Usenet newsgroups, telnet library searches, anonymous ftp archives, listservers and email are used on a regular basis for the operations of the Fractal Factory. Data sets are frequently moved around this computing cooperative to obtain the expertise of participants at different sites.
(5.3) Collaborations involving different types of institutions, organizations, and agencies.
One particularly exemplary application is the “The Fractal Garden” project. A teacher at a nearby middle school has developed an innovative strategy for teaching English as a second language (ESL) using raised bed gardens and “appropriate technology.” She is working with the Fractal Factory on a project that takes students from learning English words for the plants to the fractal analysis of their structures and the experimental composts upon which they are grown.
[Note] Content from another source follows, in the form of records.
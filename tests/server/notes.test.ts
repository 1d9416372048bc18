import { beforeAll, describe, expect, it } from 'vitest';
import type { Note } from '../../shared/schemas/note';
import { addMember, createClubFixture, signIn, testApp, type ApiClient, type ClubFixture } from '../support/app';
import { recordFlights, recordSession } from '../support/records';

describe('notes: coach notes on flights and sessions', () => {
  let f: ClubFixture;
  let secondCoach: ApiClient;
  const ids = { ownFlight: 0, teammateFlight: 0, session: 0, teammateSession: 0 };

  beforeAll(async () => {
    f = await createClubFixture(testApp());
    const coach = await addMember(f.clubId, 'coach', 'Second Coach');
    secondCoach = await signIn(f.app, coach.email);
    const s = await recordSession(f.clubId, '2026-04-10');
    [ids.ownFlight, ids.teammateFlight] = await recordFlights(f.clubId, s.clipId, [{ athleteId: f.members.athlete.athleteProfileId! }, { athleteId: f.otherAthleteProfileId }]);
    ids.session = s.sessionId;
    const other = await recordSession(f.clubId, '2026-04-11');
    await recordFlights(f.clubId, other.clipId, [{ athleteId: f.otherAthleteProfileId }]);
    ids.teammateSession = other.sessionId;
  });

  const flightNotes = (flightId: number) => `/api/v1/clubs/${f.clubId}/flights/${flightId}/notes`;
  const sessionNotes = (sessionId: number) => `/api/v1/clubs/${f.clubId}/sessions/${sessionId}/notes`;

  it('lets a coach add a private and a shared note to a flight, private by default', async () => {
    const priv = await f.coach.post(flightNotes(ids.ownFlight), { body: '  Release point drifts late.  ' });
    expect(priv.status).toBe(201);
    expect(priv.body.data).toMatchObject({ flightId: ids.ownFlight, sessionId: null, body: 'Release point drifts late.', visibility: 'staff', authorName: 'Fixture Coach', mine: true });
    const shared = await f.coach.post(flightNotes(ids.ownFlight), { body: 'Great height on this one.', visibility: 'shared' });
    expect(shared.status).toBe(201);
    const staff = (await f.admin.get(flightNotes(ids.ownFlight))).body.data as Note[];
    expect(staff.map((n) => n.visibility)).toEqual(['staff', 'shared']);
    expect(staff.every((n) => !n.mine)).toBe(true);
  });

  it('shows an athlete only the shared notes on their own flight', async () => {
    const res = await f.athlete.get(flightNotes(ids.ownFlight));
    expect(res.status).toBe(200);
    expect((res.body.data as Note[]).map((n) => n.body)).toEqual(['Great height on this one.']);
  });

  it('answers 404 when an athlete asks for the notes of a teammate’s flight, shared or not', async () => {
    await f.coach.post(flightNotes(ids.teammateFlight), { body: 'Shared with the teammate.', visibility: 'shared' });
    const res = await f.athlete.get(flightNotes(ids.teammateFlight));
    expect(res.status).toBe(404);
    expect(res.body.error.code).toBe('NOT_FOUND');
  });

  it('shows an athlete the shared session notes of a session holding their flight, and 404 for another session', async () => {
    await f.coach.post(sessionNotes(ids.session), { body: 'Wind picked up after six.', visibility: 'shared' });
    await f.coach.post(sessionNotes(ids.session), { body: 'Staff only: check the camera mount.' });
    const mine = await f.athlete.get(sessionNotes(ids.session));
    expect(mine.status).toBe(200);
    expect((mine.body.data as Note[]).map((n) => n.body)).toEqual(['Wind picked up after six.']);
    const coach = await f.coach.get(sessionNotes(ids.session));
    expect(coach.body.data).toHaveLength(2);
    expect((await f.athlete.get(sessionNotes(ids.teammateSession))).status).toBe(404);
  });

  it('refuses an empty note and an unknown visibility with a message that says what to do', async () => {
    const empty = await f.coach.post(flightNotes(ids.ownFlight), { body: '   ' });
    expect(empty.status).toBe(400);
    expect(empty.body.error.fields.body).toBe('Write the note; it is empty.');
    const vis = await f.coach.post(flightNotes(ids.ownFlight), { body: 'x', visibility: 'everyone' });
    expect(vis.status).toBe(400);
    expect(vis.body.error.fields.visibility).toMatch(/staff \(coaches and admins\) or shared/);
  });

  it('lets the author edit and share a note, and answers 403 to another coach', async () => {
    const note = (await f.coach.post(flightNotes(ids.ownFlight), { body: 'Draft' })).body.data as Note;
    const other = await secondCoach.patch(`/api/v1/clubs/${f.clubId}/notes/${note.id}`, { body: 'Hijacked' });
    expect(other.status).toBe(403);
    expect(other.body.error.message).toMatch(/Only the note’s author \(Fixture Coach\) or a club admin/);
    const del = await secondCoach.delete(`/api/v1/clubs/${f.clubId}/notes/${note.id}`);
    expect(del.status).toBe(403);
    const edited = await f.coach.patch(`/api/v1/clubs/${f.clubId}/notes/${note.id}`, { body: 'Final', visibility: 'shared' });
    expect(edited.status).toBe(200);
    expect(edited.body.data).toMatchObject({ body: 'Final', visibility: 'shared', mine: true });
    expect(((await f.athlete.get(flightNotes(ids.ownFlight))).body.data as Note[]).map((n) => n.body)).toContain('Final');
  });

  it('lets an admin edit and delete any coach’s note', async () => {
    const note = (await f.coach.post(flightNotes(ids.ownFlight), { body: 'To go' })).body.data as Note;
    expect((await f.admin.patch(`/api/v1/clubs/${f.clubId}/notes/${note.id}`, { body: 'Edited by admin' })).status).toBe(200);
    expect((await f.admin.delete(`/api/v1/clubs/${f.clubId}/notes/${note.id}`)).status).toBe(204);
    expect((await f.coach.patch(`/api/v1/clubs/${f.clubId}/notes/${note.id}`, { body: 'gone' })).status).toBe(404);
  });

  it('answers 404 for another club’s note through the caller’s own club', async () => {
    const g = await createClubFixture(f.app);
    const s = await recordSession(g.clubId, '2026-04-12');
    const [flightId] = await recordFlights(g.clubId, s.clipId, [{ athleteId: g.otherAthleteProfileId }]);
    const note = (await g.coach.post(`/api/v1/clubs/${g.clubId}/flights/${flightId}/notes`, { body: 'Elsewhere' })).body.data as Note;
    expect((await f.admin.patch(`/api/v1/clubs/${f.clubId}/notes/${note.id}`, { body: 'x' })).status).toBe(404);
    expect((await f.admin.get(`/api/v1/clubs/${f.clubId}/flights/${flightId}/notes`)).status).toBe(404);
  });

  it('lists on My flights only the shared notes of the athlete’s own flights and sessions', async () => {
    const res = await f.athlete.get(`/api/v1/clubs/${f.clubId}/my-flights`);
    expect(res.status, JSON.stringify(res.body)).toBe(200);
    const bodies = (res.body.data.sharedNotes as Note[]).map((n) => n.body);
    expect(bodies).toEqual(expect.arrayContaining(['Great height on this one.', 'Wind picked up after six.', 'Final']));
    expect(bodies).not.toContain('Shared with the teammate.');
    expect(bodies).not.toContain('Release point drifts late.');
    expect(bodies).not.toContain('Staff only: check the camera mount.');
  });
});
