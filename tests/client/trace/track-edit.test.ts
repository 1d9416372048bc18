import { describe, expect, it } from 'vitest';
import {
  deletePoint,
  frameSpan,
  isDoubtful,
  mergePoints,
  nextDoubtfulFrame,
  nextPointFrame,
  placePoint,
  sameTrack,
  setRadius,
  stepFrame,
  truncateAfter,
  type TracePoint,
} from '../../../src/components/trace/track-edit';

const auto = (frame: number, x: number, y: number): TracePoint => ({ frame, x, y, radius: 6, source: 'auto', confidence: 0.9 });

describe('track edits', () => {
  it('keeps one point per frame sorted by frame when points are placed out of order', () => {
    let t: TracePoint[] = [];
    t = placePoint(t, 5, 50, 60);
    t = placePoint(t, 2, 20, 30);
    t = placePoint(t, 5, 51, 61);
    expect(t.map((p) => [p.frame, p.x, p.y])).toEqual([[2, 20, 30], [5, 51, 61]]);
    expect(t[1].source).toBe('manual');
  });

  it('keeps the old radius when a followed point is moved by hand', () => {
    const t = placePoint([auto(3, 1, 2)], 3, 4, 5);
    expect(t[0]).toEqual({ frame: 3, x: 4, y: 5, radius: 6, source: 'manual', confidence: null });
  });

  it('leaves the input array untouched when editing', () => {
    const before = [auto(1, 1, 1), auto(2, 2, 2)];
    const copy = structuredClone(before);
    placePoint(before, 1, 9, 9, 3);
    deletePoint(before, 2);
    setRadius(before, 1, 12);
    expect(before).toEqual(copy);
  });

  it('sets a radius only on the frame that has a point', () => {
    const t = [auto(1, 1, 1)];
    expect(setRadius(t, 1, 9)[0].radius).toBe(9);
    expect(setRadius(t, 2, 9)).toEqual(t);
  });

  it('replaces followed frames and keeps the rest when merging a follow result', () => {
    const t = [auto(1, 1, 1), auto(2, 2, 2), auto(3, 3, 3)];
    const merged = mergePoints(t, [auto(3, 30, 30), auto(4, 40, 40)]);
    expect(merged.map((p) => [p.frame, p.x])).toEqual([[1, 1], [2, 2], [3, 30], [4, 40]]);
  });

  it('drops the points after a frame when truncating for a new follow', () => {
    expect(truncateAfter([auto(1, 1, 1), auto(2, 2, 2), auto(3, 3, 3)], 2).map((p) => p.frame)).toEqual([1, 2]);
  });

  it('finds the neighbouring marked frames and the span of the track', () => {
    const t = [auto(4, 0, 0), auto(9, 0, 0), auto(15, 0, 0)];
    expect(nextPointFrame(t, 9, 1)).toBe(15);
    expect(nextPointFrame(t, 9, -1)).toBe(4);
    expect(nextPointFrame(t, 15, 1)).toBeUndefined();
    expect(frameSpan(t)).toEqual({ first: 4, last: 15 });
    expect(frameSpan([])).toBeNull();
  });

  it('compares tracks regardless of order and notices a moved point', () => {
    const a = [auto(1, 1, 1), auto(2, 2, 2)];
    expect(sameTrack(a, [a[1], a[0]])).toBe(true);
    expect(sameTrack(a, placePoint(a, 2, 2.1, 2))).toBe(false);
    expect(sameTrack(a, a.slice(1))).toBe(false);
  });
});

describe('stepFrame', () => {
  it('clamps to the first and last frame when stepping past either end', () => {
    expect(stepFrame(3, -10, 100)).toBe(0);
    expect(stepFrame(95, 10, 100)).toBe(99);
    expect(stepFrame(50, 10, 100)).toBe(60);
    expect(stepFrame(7, 1, 0)).toBe(0);
  });
});

describe('doubtful marks', () => {
  it('counts only followed marks below the confidence threshold and finds the next one, wrapping round', () => {
    const t: TracePoint[] = [
      { frame: 1, x: 0, y: 0, radius: null, source: 'auto', confidence: 0.9 },
      { frame: 2, x: 0, y: 0, radius: null, source: 'auto', confidence: 0.2 },
      { frame: 3, x: 0, y: 0, radius: null, source: 'manual', confidence: null },
      { frame: 7, x: 0, y: 0, radius: null, source: 'auto', confidence: 0.49 },
    ];
    expect(t.filter(isDoubtful).map((p) => p.frame)).toEqual([2, 7]);
    expect(nextDoubtfulFrame(t, 2)).toBe(7);
    expect(nextDoubtfulFrame(t, 7)).toBe(2);
    expect(nextDoubtfulFrame(t.slice(0, 1), 0)).toBeUndefined();
  });
});
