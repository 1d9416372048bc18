/**
 * Every migration applies, reverts and re-applies on an empty scratch database (TEST_DB_NAME + "_migrations"),
 * so `npm run migrate -- --down` works for each step.
 */
import { QueryTypes, Sequelize } from 'sequelize';
import { afterAll, beforeAll, describe, expect, it } from 'vitest';
import { createMigrator } from '../../server/migrate';
import { dbSettings, recreateDatabase } from '../support/db';

const scratch = `${process.env.TEST_DB_NAME ?? 'arcwright_test'}_migrations`;
let sequelize: Sequelize;

async function tables(): Promise<string[]> {
  const rows = await sequelize.query<{ name: string }>(
    'SELECT table_name AS name FROM information_schema.tables WHERE table_schema = ? ORDER BY table_name',
    { replacements: [scratch], type: QueryTypes.SELECT },
  );
  return rows.map((r) => r.name).filter((n) => n !== 'schema_migrations');
}

beforeAll(async () => {
  await recreateDatabase(scratch);
  sequelize = new Sequelize(scratch, dbSettings.user, dbSettings.password, {
    dialect: 'mariadb',
    host: dbSettings.host,
    port: dbSettings.port,
    logging: false,
    define: { underscored: true },
  });
});

afterAll(async () => {
  await sequelize.close();
});

describe('migrations', () => {
  it('applies every migration, reverts them one by one and applies them again', async () => {
    const migrator = createMigrator(sequelize);
    const all = (await migrator.pending()).map((m) => m.name);
    expect(all.slice(0, 5)).toEqual(['0001-users', '0002-clubs', '0003-memberships', '0004-athlete-profiles', '0005-auth-sessions']);
    await migrator.up();
    const full = await tables();
    expect(full).toEqual(expect.arrayContaining(['athlete_profiles', 'auth_sessions', 'clubs', 'memberships', 'users']));
    for (let i = all.length - 1; i >= 0; i -= 1) {
      const [reverted] = await migrator.down({ step: 1 });
      expect(reverted.name).toBe(all[i]);
    }
    expect(await tables()).toEqual([]);
    await migrator.up();
    expect(await tables()).toEqual(full);
    expect((await migrator.pending()).length).toBe(0);
  });

  it('creates the unique indexes the accounts rely on', async () => {
    const rows = await sequelize.query<{ table: string; index: string }>(
      `SELECT DISTINCT table_name AS \`table\`, index_name AS \`index\` FROM information_schema.statistics
       WHERE table_schema = ? AND non_unique = 0 AND index_name <> 'PRIMARY'`,
      { replacements: [scratch], type: QueryTypes.SELECT },
    );
    const names = rows.map((r) => `${r.table}.${r.index}`);
    expect(names).toEqual(
      expect.arrayContaining([
        'users.users_email_unique',
        'users.users_google_sub_unique',
        'memberships.memberships_user_club_unique',
        'athlete_profiles.athlete_profiles_club_user_unique',
      ]),
    );
  });
});
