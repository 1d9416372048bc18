import nodemailer from 'nodemailer';
import request from 'supertest';
import { afterAll, beforeAll, describe, expect, it } from 'vitest';
import { config } from '../../server/config';
import { createClubFixture, testApp } from '../support/app';
import { useTestMailbox, type TestMailbox } from '../support/mail';

let mail: TestMailbox;

beforeAll(async () => {
  mail = await useTestMailbox();
});

afterAll(async () => {
  await mail.close();
});

describe('SMTP sink', () => {
  it('keeps what it receives over SMTP with headers and both parts decoded, newest first', async () => {
    const transport = nodemailer.createTransport({ host: '127.0.0.1', port: mail.sink.smtpPort, secure: false });
    await transport.sendMail({ from: 'coach@fennickvale.example', to: 'saskia@fennickvale.example', subject: 'Früh training — 06:30', text: 'First line\nSee https://arcwright.example/x?y=1 ✓', html: '<p>Grüße <b>team</b></p>' });
    await transport.sendMail({ from: 'coach@fennickvale.example', to: 'orrin@fennickvale.example', subject: 'Second', text: 'two' });
    const [newest, older] = mail.sink.store.list();
    expect(newest).toMatchObject({ to: 'orrin@fennickvale.example', subject: 'Second', text: 'two', html: '' });
    expect(older).toMatchObject({ to: 'saskia@fennickvale.example', from: 'coach@fennickvale.example', subject: 'Früh training — 06:30', html: '<p>Grüße <b>team</b></p>' });
    expect(older.text).toBe('First line\nSee https://arcwright.example/x?y=1 ✓');
    expect(newest.id).toBeGreaterThan(older.id);
    transport.close();
  });
});

describe('development mailbox', () => {
  it('lists the received e-mails as JSON, newest first, when the fakes are on', async () => {
    const f = await createClubFixture(testApp());
    await f.admin.post(`/api/v1/clubs/${f.clubId}/invitations`, { email: 'bram.tolliver@fennickvale.example', role: 'coach' });
    const res = await request(f.app).get('/dev/mailbox.json');
    expect(res.status).toBe(200);
    expect(res.body.length).toBeGreaterThan(0);
    expect(Object.keys(res.body[0]).sort()).toEqual(['date', 'from', 'html', 'id', 'subject', 'text', 'to']);
    expect(res.body[0]).toMatchObject({ to: 'bram.tolliver@fennickvale.example', subject: 'Fixture Admin invites you to Fixture Club on Arcwright' });
    const ids = res.body.map((m: { id: number }) => m.id);
    expect(ids).toEqual([...ids].sort((a, b) => b - a));
  });

  it('shows the e-mails on a page with clickable links and no script or remote asset', async () => {
    const app = testApp();
    const res = await request(app).get('/dev/mailbox');
    expect(res.status).toBe(200);
    expect(res.headers['content-type']).toContain('text/html');
    expect(res.text).toContain('Development mailbox');
    expect(res.text).toContain('Fixture Admin invites you to Fixture Club on Arcwright');
    expect(res.text).toMatch(/<a href="http:\/\/[^"]+\/join\/[A-Za-z0-9_-]{43}">/);
    expect(res.text).not.toMatch(/<script|src="https?:|href="https?:\/\/(?!127\.0\.0\.1|localhost)[^"]*\.(css|js)"/i);
    expect(res.headers['content-security-policy']).toContain("script-src 'self'");
  });

  it('answers 503 with what to start when the sink is not running', async () => {
    const port = config.fakes.mailboxPort;
    config.fakes.mailboxPort = 1;
    try {
      const res = await request(testApp()).get('/dev/mailbox.json');
      expect(res.status).toBe(503);
      expect(res.body.error.message).toBe('The local mail sink is not answering on port 1. Start the fakes with `npm run fakes` (npm start and npm run dev do it), or set MAILBOX_FAKE_PORT to the port it uses.');
    } finally {
      config.fakes.mailboxPort = port;
    }
  });

  it('answers 404 for both the page and the JSON when the fakes are off', async () => {
    config.fakes.enabled = false;
    try {
      const app = testApp();
      for (const path of ['/dev/mailbox', '/dev/mailbox.json']) {
        const res = await request(app).get(path);
        expect(res.status).toBe(404);
        expect(res.text).not.toContain('Development mailbox');
      }
    } finally {
      config.fakes.enabled = true;
    }
  });
});
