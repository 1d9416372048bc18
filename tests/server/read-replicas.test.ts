import { DataTypes, Model, QueryTypes, Sequelize } from 'sequelize';
import { afterAll, beforeAll, describe, expect, it } from 'vitest';
import { config } from '../../server/config';
import { sequelizeOptions, type DbServer } from '../../server/db';
import { inReadScope, installReadRouting, onPrimary } from '../../server/db-routing';
import { recreateDatabase } from '../support/db';

// A second database on the same server stands in for a replica: it holds different rows, so each read shows
// which server answered it.
const replicaName = `${config.db.name}_replica`;
const primary: DbServer = { host: config.db.host, port: config.db.port, username: config.db.user, password: config.db.password };
let db: Sequelize;

class AuthSessionProbe extends Model {
  declare sid: string;
}

async function origin(): Promise<string> {
  const rows = await db.query<{ origin: string }>('SELECT origin FROM replica_probe', { type: QueryTypes.SELECT });
  return rows[0]!.origin;
}

beforeAll(async () => {
  await recreateDatabase(replicaName);
  db = new Sequelize(config.db.name, config.db.user, config.db.password, {
    ...sequelizeOptions(primary, [{ ...primary, database: replicaName }], { max: 2, min: 0, idleMs: 1000, acquireMs: 5000 }),
    logging: false,
  });
  installReadRouting(db);
  AuthSessionProbe.init({ sid: { type: DataTypes.STRING(36), primaryKey: true } }, { sequelize: db, tableName: 'auth_sessions', timestamps: false });
  const replica = new Sequelize(replicaName, config.db.user, config.db.password, { dialect: 'mariadb', host: primary.host, port: primary.port, logging: false });
  try {
    await replica.query('CREATE TABLE replica_probe (origin VARCHAR(20) NOT NULL, n INT NOT NULL DEFAULT 0)');
    await replica.query("INSERT INTO replica_probe (origin) VALUES ('replica')");
    await replica.query('CREATE TABLE auth_sessions (sid VARCHAR(36) PRIMARY KEY)');
  } finally {
    await replica.close();
  }
  await db.query('DROP TABLE IF EXISTS replica_probe');
  await db.query('CREATE TABLE replica_probe (origin VARCHAR(20) NOT NULL, n INT NOT NULL DEFAULT 0)');
  await db.query("INSERT INTO replica_probe (origin) VALUES ('primary')");
  await db.query("INSERT INTO auth_sessions (sid, created_at, updated_at) VALUES ('replica-probe-session', NOW(), NOW())");
});

afterAll(async () => {
  await db.query('DROP TABLE IF EXISTS replica_probe');
  await db.query("DELETE FROM auth_sessions WHERE sid = 'replica-probe-session'");
  await db.query(`DROP DATABASE IF EXISTS \`${replicaName}\``);
  await db.close();
});

describe('read replication', () => {
  it('sends a plain read outside any scope to a replica', async () => {
    expect(await origin()).toBe('replica');
  });

  it('reads from a replica until the request writes, then from the primary for the rest of the request', async () => {
    const seen = await inReadScope(async () => {
      const before = await origin();
      await db.query('UPDATE replica_probe SET n = n + 1');
      const after = await origin();
      return { before, after };
    });
    expect(seen).toEqual({ before: 'replica', after: 'primary' });
    // The next request starts on the replicas again.
    expect(await inReadScope(() => origin())).toBe('replica');
  });

  it('keeps the scopes of concurrent requests apart', async () => {
    const [writer, reader] = await Promise.all([
      inReadScope(async () => {
        await db.query('UPDATE replica_probe SET n = n + 1');
        return origin();
      }),
      inReadScope(async () => {
        await new Promise((resolve) => setTimeout(resolve, 50));
        return origin();
      }),
    ]);
    expect({ writer, reader }).toEqual({ writer: 'primary', reader: 'replica' });
  });

  it('runs every read inside a transaction on the primary', async () => {
    const inside = await inReadScope(() =>
      db.transaction(async (transaction) => {
        const rows = await db.query<{ origin: string }>('SELECT origin FROM replica_probe', { type: QueryTypes.SELECT, transaction });
        return rows[0]!.origin;
      }),
    );
    expect(inside).toBe('primary');
  });

  it('reads on the primary throughout a job scope, before any write', async () => {
    expect(await onPrimary(() => origin())).toBe('primary');
  });

  it('reads sign-in sessions from the primary always', async () => {
    expect(await AuthSessionProbe.findByPk('replica-probe-session')).not.toBeNull();
  });
});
Root systems, aquifers and soils are particularly good candidates for using estimates of the fractal dimensions to do research on variables that alter their structure. This example demonstrates that it is possible to do some interesting science while young children learn English, grow food they can use and port video pictures of their garden to the Fractal Factory for agronomy studies. The Fractal Garden project represents an application where school, work, and play can have very fractal boundaries.
(5.4) As a response to the contemporary economic imperative to “do more with less” while providing an “elegant” approach to networked teaching and learning.
This computing cooperative developed as a response to the limited resources available to the participants who originally coined the “Fractal Factory” concept. Faculty and students at California State University, Stanislaus, the University of Vermont and the University of North Carolina, Asheville began sharing computing skills via the Internet following a 1991 conference to inaugurate the Society for Chaos Theory in Psychology and the Social & Life Sciences. Current new expansions include the Multimedia Laboratory at the University of Aizu in Japan and support for the development of a “Challenger Center” to be sited at Castle AFB in 1995.
(5.5) Degree of replicability and long-term viability.
The “Fractal Factory” concept is an open computing cooperative that reflects the expanding dynamics of the Internet. However, the focus on general purpose computing methodologies (e.g. nonlinear systems and fractal geometry), rather than a specific topic, should assure the long-term viability of the project. In addition, CSU, Stanislaus has a new B.A. degree program called “Cognitive Studies” which includes courses on Chaos science and nonlinear systems. Our Cognitive Studies program is being developed for the distributed learning environments made possible by multimedia computer networks. We are currently offering regional distance learning courses and plan to inaugurate international course offerings in 1994.
Videotape projection or playback system (VHS/NTSC format) A networked computer with LCD overhead projection would be nice, but not essential.